Porque, en efecto, Francisca, que estaba a su servicio hacía muchos años, y que no sospechaba entonces que algún día habría de pasar al nuestro, descuidaba un poco a mi tía los meses que pasábamos allí. Hubo una época de mi infancia, antes de que fuéramos a Combray, cuando mi tía pasaba los inviernos en París en casa de su madre, en que yo conocía a Francisca, tan vagamente, que el día primero de año, antes de entrar en casa de mi tía, mamá me ponía en la mano un duro y me decía: «Y ten cuidado de no equivocarte. Espera para dárselo a que me oigas decir: buenos días, Francisca, y al mismo tiempo te daré un golpecito en el brazo». Apenas llegábamos al oscuro recibimiento de mi tía, veíanse en la sombra, y bajo los cañones de una cofia brillante, tiesa y frágil, como si fuera de azúcar hilado, los remolinos concéntricos de una sonrisa de gratitud anticipada. Era Francisca, de pie e inmóvil en el marco de la puertecita del corredor como una estatua de un santo en su hornacina. Conforme iba uno acostumbrándose a aquellas tinieblas de iglesia, leíanse en su rostro los sentimientos de amor desinteresado a la Humanidad y de tierno respeto a las clases sociales acomodadas, exaltado en las mejores regiones de su corazón por la esperanza del aguinaldo. Mamá me pellizcaba violentamente en el brazo y decía con voz fuerte: «Buenos días, Francisca». Y a esta señal yo soltaba el duro, que iba a caer en una mano confusa, pero tendida. Pero desde que íbamos a Combray, a nadie conocía yo mejor que a Francisca; nosotros éramos sus favoritos y le inspirábamos, al menos los primeros años, tanta consideración como mi tía, y más vivo agrado, porque añadíamos al prestigio de formar parte de la familia (y Francisca guardaba a los invisibles lazos que crea entre los individuos de una familia, la circulación de una misma sangre, tanto respeto como un trágico griego) el encanto de no ser los amos de siempre. Y por eso nos recibía con gran alegría, compadeciéndonos porque no hacía mejor tiempo, la víspera de Pascua, día de nuestra llegada, en que a veces aun soplaba un viento glacial, y cuando mamá le preguntaba por su hija y sus sobrinos, si su nieto era bueno y qué pensaban hacer de él, y si se parecía a su abuela.

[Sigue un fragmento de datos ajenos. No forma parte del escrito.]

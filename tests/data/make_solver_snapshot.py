"""Write tests/data/solver_snapshot_v0.csv: a REGRESSION SNAPSHOT of closure-nn's own output.

Values produced by the holdup-root solver as it was before the chunked solver (commit cf8ff0b,
40-point bracketing grid, Chandrupatla refinement); not an external reference. The new solver
must reproduce them (1e-10 in h/D and holdup, 1e-9 relative in pgrad) wherever the old root
count was right. Re-running this script with a newer solver would overwrite the snapshot with
that solver's output, so it is kept only as the record of how the file was made.

Run: .venv/bin/python tests/data/make_solver_snapshot.py
"""
from __future__ import annotations

import math
from pathlib import Path

import pandas as pd
import torch

from closure_nn.closures.baseline import BaselineClosure
from closure_nn.physics.conditions import FIELD_NAMES, make_conditions
from closure_nn.physics.holdup_roots import solve_separated
from closure_nn.physics.point import solve_points

CLOSURES = {"churchill_ah": BaselineClosure(wall="churchill", interface="andritsos_hanratty"),
            "churchill_smooth": BaselineClosure(wall="churchill", interface="smooth")}


def states(n: int, seed: int):
    g = torch.Generator().manual_seed(seed)
    r = lambda: torch.rand(n, generator=g, dtype=torch.float64)  # noqa: E731
    c = make_conditions(
        vsl=10 ** (-3 + 3 * r()), vsg=10 ** (-1 + 2.5 * r()), D=0.025 + 0.5 * r(),
        theta=torch.deg2rad(-10 + 20 * r()), roughness=5e-5 * r(), rhol=700 + 300 * r(),
        rhog=1 + 50 * r(), mul=10 ** (-3.3 + 1.5 * r()))
    # the issue-17 example (air-water, D 0.0402 m, +2 deg) and two known three-root states
    extra = make_conditions(vsl=[0.0011, 0.0013, 0.0017], vsg=[11.69, 19.1, 10.98], D=[0.0402, 0.048, 0.151],
                            theta=[math.radians(2.0), math.radians(4.48), math.radians(0.295)])
    return make_conditions(**{k: torch.cat([getattr(c, k), getattr(extra, k)]) for k in FIELD_NAMES})


def main() -> None:
    cond = states(600, seed=17)
    frames = []
    with torch.no_grad():
        for name, closure in CLOSURES.items():
            sol = solve_separated(cond, closure)
            pts = solve_points(cond, closure)
            df = pd.DataFrame({k: getattr(cond, k).numpy() for k in FIELD_NAMES})
            df.insert(0, "closure", name)
            df["n_roots"] = sol.n_roots.numpy()
            for k in range(3):
                df[f"root_{k + 1}"] = sol.roots[:, k].numpy()
            df["frac"] = sol.frac.numpy()
            df["holdup"] = sol.holdup.numpy()
            df["pgrad"] = sol.pgrad.total.numpy()
            df["point_holdup"] = pts.holdup.numpy()
            df["point_pgrad"] = pts.pgrad.total.numpy()
            df["point_pattern"] = pts.pattern.numpy()
            df["point_flags"] = pts.flags.numpy()
            frames.append(df)
    out = Path(__file__).with_name("solver_snapshot_v0.csv")
    with out.open("w") as fh:
        fh.write("# REGRESSION SNAPSHOT of closure-nn's own solver output (commit cf8ff0b), not a reference value\n")
        pd.concat(frames).to_csv(fh, index=False, float_format="%.17g")
    print(out, sum(len(f) for f in frames), "rows")


if __name__ == "__main__":
    main()
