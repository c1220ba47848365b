"""Physics core: steady two-fluid pipe flow in plain vectorised torch (float64, differentiable).

No Lightning, Hydra, pandas or matplotlib imports below this package.
"""
from .conditions import Conditions, gas_density, make_conditions
from .geometry import SeparatedGeometry, annular, h_from_holdup, stratified
from .groups import FEATURE_NAMES, closure_features, lockhart_martinelli
from .holdup_roots import SeparatedSolution, find_all_roots, solve_separated
from .local_state import LocalState, local_state
from .momentum import (
    FrictionFactors,
    PressureGradient,
    Stresses,
    combined_residual,
    gas_residual,
    liquid_residual,
    pressure_gradient,
    shear_stresses,
)
from .point import PointResult, solve_points

__all__ = [
    "Conditions", "make_conditions", "gas_density",
    "SeparatedGeometry", "stratified", "annular", "h_from_holdup",
    "LocalState", "local_state",
    "FrictionFactors", "Stresses", "PressureGradient", "shear_stresses", "liquid_residual", "gas_residual",
    "combined_residual", "pressure_gradient",
    "FEATURE_NAMES", "closure_features", "lockhart_martinelli",
    "SeparatedSolution", "find_all_roots", "solve_separated",
    "PointResult", "solve_points",
]
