class FormulaClosure(Closure):
    """``f_k = f_k,base * exp(clip(formula_k(groups), -b_k, b_k))`` (module docstring).

    Parameters
    ----------
    pieces : dict
        factor name -> list of :class:`Piece` (or ``{"region", "coef"}`` dicts).
    baseline : BaselineClosure or dict
        The baseline the formula multiplies (the learned closure's own baseline).
    bound : dict
        factor name -> b_k [-, natural log units]; default 4 for every factor.

    >>> from closure_nn.physics.conditions import make_conditions
    >>> from closure_nn.physics.local_state import local_state
    >>> s = local_state(make_conditions(vsl=0.05, vsg=[2.0, 8.0], D=0.05), torch.tensor([0.2, 0.3]), 'stratified')
    >>> fc = FormulaClosure({"f_i": [{"region": "stratified", "coef": {"1": math.log(2.0), "ln_frac": 0.5}}]})
    >>> ratio = fc(s).f_i / BaselineClosure()(s).f_i
    >>> [round(float(r), 4) for r in ratio], round(2 * 0.2 ** 0.5, 4)
    ([0.8944, 1.0954], 0.8944)
    """

    def __init__(self, pieces: dict, baseline: BaselineClosure | dict | None = None,
                 bound: dict | None = None, domain: dict | None = None, measured_domain: dict | None = None) -> None:
        super().__init__()
        self.domain = _box(domain, "domain")
        self.measured_domain = _box(measured_domain, "measured_domain")
        bad = set(pieces) - set(FACTORS)
        if bad:
            raise ValueError(f"formula: unknown factor(s) {sorted(bad)}; known: {', '.join(FACTORS)}")
        self.baseline = baseline if isinstance(baseline, BaselineClosure) else BaselineClosure(**(baseline or {}))
        self.bound = {k: float((bound or {}).get(k, 4.0)) for k in FACTORS}
        self.pieces: dict[str, list[Piece]] = {}
        for k, plist in pieces.items():
            ps = [p if isinstance(p, Piece) else Piece(str(p["region"]), {str(a): float(b) for a, b in p["coef"].items()})
                  for p in plist]
            for p in ps:
                if p.region not in REGIONS:
                    raise ValueError(f"formula {k}: unknown region {p.region!r}; known: {', '.join(REGIONS)}")
                unknown = set(p.coef) - set(TERM_NAMES) - {"1"}
                if unknown:
                    raise ValueError(f"formula {k}: unknown term(s) {sorted(unknown)}; known: 1, {', '.join(TERM_NAMES)}")
            self.pieces[k] = ps
        self.label = "formula(" + ", ".join(f"{k}: {len(v)} piece(s)" for k, v in self.pieces.items()) + ")"

    def log_ratio(self, state: LocalState, base: FrictionFactors | None = None) -> torch.Tensor:
        """ln(f_k / f_k,base) after the clip, ``(*batch, 3)`` in the order f_WL, f_WG, f_i
        (``base``: the baseline's factors at ``state``, if already evaluated)."""
        base = self.baseline(state) if base is None else base
        terms = term_matrix(closure_features(state), torch.log(base.f_i / base.f_wg))
        shape = terms.shape[:-1]
        above = wave_threshold_mask(state, self.baseline) if state.kind != ANNULAR else None
        above = None if above is None else torch.broadcast_to(above, torch.broadcast_shapes(above.shape, shape))
        cols = []
        for k in FACTORS:
            g = torch.zeros(shape, dtype=terms.dtype)
            for p in self.pieces.get(k, []):
                if p.region == "annular" and state.kind == ANNULAR or p.region == "stratified" and state.kind != ANNULAR:
                    g = p.log_ratio(terms)
                elif state.kind != ANNULAR and above is not None and p.region in ("stratified_wave_free", "stratified_wavy"):
                    on = above if p.region == "stratified_wavy" else ~above
                    g = torch.where(on, p.log_ratio(terms), g)
            cols.append(g.clamp(-self.bound[k], self.bound[k]))
        return torch.stack(cols, dim=-1)

    def forward(self, state: LocalState) -> FrictionFactors:
        base = self.baseline(state)
        g = self.log_ratio(state, base)
        return FrictionFactors(f_wl=base.f_wl * torch.exp(g[..., 0]), f_wg=base.f_wg * torch.exp(g[..., 1]),
                               f_i=base.f_i * torch.exp(g[..., 2]))

    def in_domain(self, features: torch.Tensor) -> torch.Tensor:
        """Bool ``(*batch)``: raw groups ``(*batch, F)`` inside the box of the fitting states (all
        True without a stored box)."""
        return _inside(self.domain, features)

    def in_measured_domain(self, features: torch.Tensor) -> torch.Tensor:
        """Bool ``(*batch)``: inside the box of the learned closure's measured rows (all False
        without one: nothing is known to be measured)."""
        if self.measured_domain is None:
            return torch.zeros(torch.as_tensor(features).shape[:-1], dtype=torch.bool)
        return _inside(self.measured_domain, features)

    def to_dict(self) -> dict:
        """The JSON-able description (without the free-form entries; see :func:`save_formula`)."""
        b = self.baseline
        boxes = {k: {"lo": v[0].tolist(), "hi": v[1].tolist(), "features": list(FEATURE_NAMES)}
                 for k, v in (("domain", self.domain), ("measured_domain", self.measured_domain)) if v is not None}
        return {**boxes, "format": FORMULA_FORMAT, "format_version": FORMULA_VERSION,
                "baseline": {"wall": b.wall_name, "interface": b.interface_name, "annular_interface": b.annular_name,
                             "interface_kwargs": dict(b.interface_kwargs)},
                "bound": dict(self.bound), "terms": {n: TERMS[n][2] for n in TERM_NAMES},
                "pieces": {k: [{"region": p.region, "coef": dict(p.coef)} for p in v] for k, v in self.pieces.items()}}

    def text(self, latex: bool = False) -> list[str]:
        """One line per piece: the formula as text, or as LaTeX."""
        return [piece_text(k, p, latex) for k, v in self.pieces.items() for p in v]

    def describe(self) -> dict:
        return {**super().describe(), **self.to_dict(), "text": self.text()}
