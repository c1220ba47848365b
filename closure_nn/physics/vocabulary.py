"""Flow-pattern vocabulary (the trade's terms) shared by solver, data schema and plots.

Integer codes index :data:`PATTERNS`. ``bubble`` is the upward-flow bubbly pattern of Taitel,
Barnea & Dukler (1980); ``intermittent`` covers slug, elongated-bubble and churn flow.
"""
from __future__ import annotations

STRATIFIED_SMOOTH = "stratified_smooth"
STRATIFIED_WAVY = "stratified_wavy"
INTERMITTENT = "intermittent"
ANNULAR = "annular"
DISPERSED_BUBBLE = "dispersed_bubble"
BUBBLE = "bubble"
SINGLE_PHASE_LIQUID = "single_phase_liquid"
SINGLE_PHASE_GAS = "single_phase_gas"

PATTERNS: tuple[str, ...] = (
    STRATIFIED_SMOOTH,
    STRATIFIED_WAVY,
    INTERMITTENT,
    ANNULAR,
    DISPERSED_BUBBLE,
    BUBBLE,
    SINGLE_PHASE_LIQUID,
    SINGLE_PHASE_GAS,
)
CODE = {name: i for i, name in enumerate(PATTERNS)}
#: patterns whose holdup comes from the separated-flow (two-fluid) equilibrium
SEPARATED = (STRATIFIED_SMOOTH, STRATIFIED_WAVY, ANNULAR)
STRATIFIED_PATTERNS = (STRATIFIED_SMOOTH, STRATIFIED_WAVY)

# Separated configurations: the geometry in which the two-fluid balance is solved (a layer or a
# film; closure_nn.physics.geometry), distinct from the flow pattern an observer reports.
CONFIG_STRATIFIED = "stratified"
CONFIG_ANNULAR = "annular"
CONFIGURATIONS: tuple[str, ...] = (CONFIG_STRATIFIED, CONFIG_ANNULAR)
#: the separated configuration of each pattern that has one (the others are not separated flow)
CONFIGURATION_OF_PATTERN = {STRATIFIED_SMOOTH: CONFIG_STRATIFIED, STRATIFIED_WAVY: CONFIG_STRATIFIED,
                            ANNULAR: CONFIG_ANNULAR}
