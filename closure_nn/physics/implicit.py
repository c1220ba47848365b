"""Implicit-function-theorem gradients for roots found without autograd.

If x* solves F(x*, p) = 0 for parameters p, then dx*/dp = -F_p / F_x (implicit function
theorem; e.g. Krantz & Parks, *The Implicit Function Theorem*, 2002, Thm 3.3.1). We return

.. math:: x = x^* - \frac{F(x^*, p) - \mathrm{sg}[F(x^*, p)]}{\mathrm{sg}[F_x(x^*, p)]}

where sg[.] stops the gradient. Its value is exactly x*, its first derivative with respect to
every tensor p that F depends on is -F_p/F_x, and the root-finding iterations are never
differentiated.
"""
from __future__ import annotations

from typing import Callable

import torch


def attach_implicit_grad(x_star: torch.Tensor, residual: Callable[[torch.Tensor], torch.Tensor],
                         needs_grad: bool | None = None) -> torch.Tensor:
    """Return ``x_star`` carrying implicit gradients of the root of ``residual``.

    Parameters
    ----------
    x_star : tensor (*batch)
        Converged roots, any dtype; detached on entry.
    residual : callable
        ``residual(x) -> F`` of the same shape, elementwise in x (state i's residual depends
        only on x[i]), built from tensors that may require grad.
    needs_grad : bool, optional
        Whether ``residual`` depends on a tensor that requires grad, if the caller knows: then F
        is evaluated once (at a leaf x, whose own gradient is discarded) instead of twice. None:
        found out by evaluating F without x tracked.

    Returns
    -------
    tensor (*batch): equal in value to ``x_star``; differentiable w.r.t. whatever ``residual``
    depends on. Where no gradient is needed (``torch.no_grad`` or nothing requires grad) it is
    ``x_star`` itself. Where F_x vanishes the gradient is zeroed rather than made infinite.
    """
    x0 = x_star.detach()
    if not torch.is_grad_enabled() or needs_grad is False:
        return x0
    x = x0.clone().requires_grad_(True)
    if needs_grad is None:
        F0 = residual(x0)  # graph to the parameters only
        if not F0.requires_grad:
            return x0
        (F_x,) = torch.autograd.grad(residual(x), x, torch.ones_like(F0))
    else:
        F0 = residual(x)  # one graph, to the parameters and to the leaf x (its gradient unused)
        (F_x,) = torch.autograd.grad(F0, x, torch.ones_like(F0), retain_graph=True)
    # F0 - sg[F0] is zero in value; its gradient w.r.t. the parameters is F_p
    F_p = F0 - F0.detach()
    nonzero = F_x != 0
    safe = torch.where(nonzero, F_x, torch.ones_like(F_x))
    return x0 - torch.where(nonzero, F_p / safe, torch.zeros_like(F_p))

Y cuando ya no había gente delante, mamá, que sabía que Francisca lloraba todavía a sus padres, muertos hacía muchos años, le hablaba de ellos bondadosamente, inquiriendo mil detalles sobre lo que hicieron en esa vida.

Mamá había adivinado que Francisca no quería a su yerno y que éste le aguaba el placer que sentía en estar con su hija, porque cuando él estaba delante no podían hablar con libertad. Así que cuando Francisca iba a verlos, a unas leguas de Combray, mi madre le decía sonriendo: «¿Verdad, Francisca, que si Julián ha tenido que salir y tiene usted a Margarita para usted sola todo el día, lo sentirá usted mucho, pero acabará por resignarse?» y Francisca respondía riéndose: «La señora lo sabe todo, es peor que los rayos X (y decía X con una dificultad afectada y una sonrisa para burlarse de su ignorancia, que se atrevía a emplear ese término científico), que trajeron para la señora Octave y que ven lo que tiene uno en el corazón»; y desaparecía turbada porque hablaban de ella, acaso para que no la vieran llorar; mamá era la primera persona que le daba la alegría de sentir que su vida, sus dichas y sus disgustos de aldeana podían ofrecer interés y ser motivo de gozo o tristeza para otra persona además de ella. Mi tía se resignaba a prescindir un poco de Francisca durante nuestra estancia, porque sabía cuánto apreciaba mi madre los servicios de aquella criada tan inteligente y activa, que estaba tan flamante, desde las cinco de la mañana, en la cocina, con su cofia, cuyo encañonado, brillante y tieso, parecía de porcelana, como para ir a misa; que lo hacía todo bien, trabajando como una caballería, estuviera buena o no, y siempre sin meter ruido, como si no hiciera nada, y la única criada de mi tía que cuando mamá pedía agua caliente o café puro los traía verdaderamente a punto de hervir; era una de esas criadas que en una casa son de las que desagradan a primera vista a un extraño, quizá porque no se toman el trabajo de conquistarlo ni lo agasajan, porque saben muy bien que no lo necesitan, y que antes de despedirla a ella dejarían de recibirlo; pero que, en cambio, son las que se ganan mejor el apego de los amos que han puesto a prueba su capacidad real y no se preocupan por esa simpatía superficial y esa palabrería servil que impresionan favorablemente a un forastero, pero que muchas veces sirven de capa a una ineducable inutilidad.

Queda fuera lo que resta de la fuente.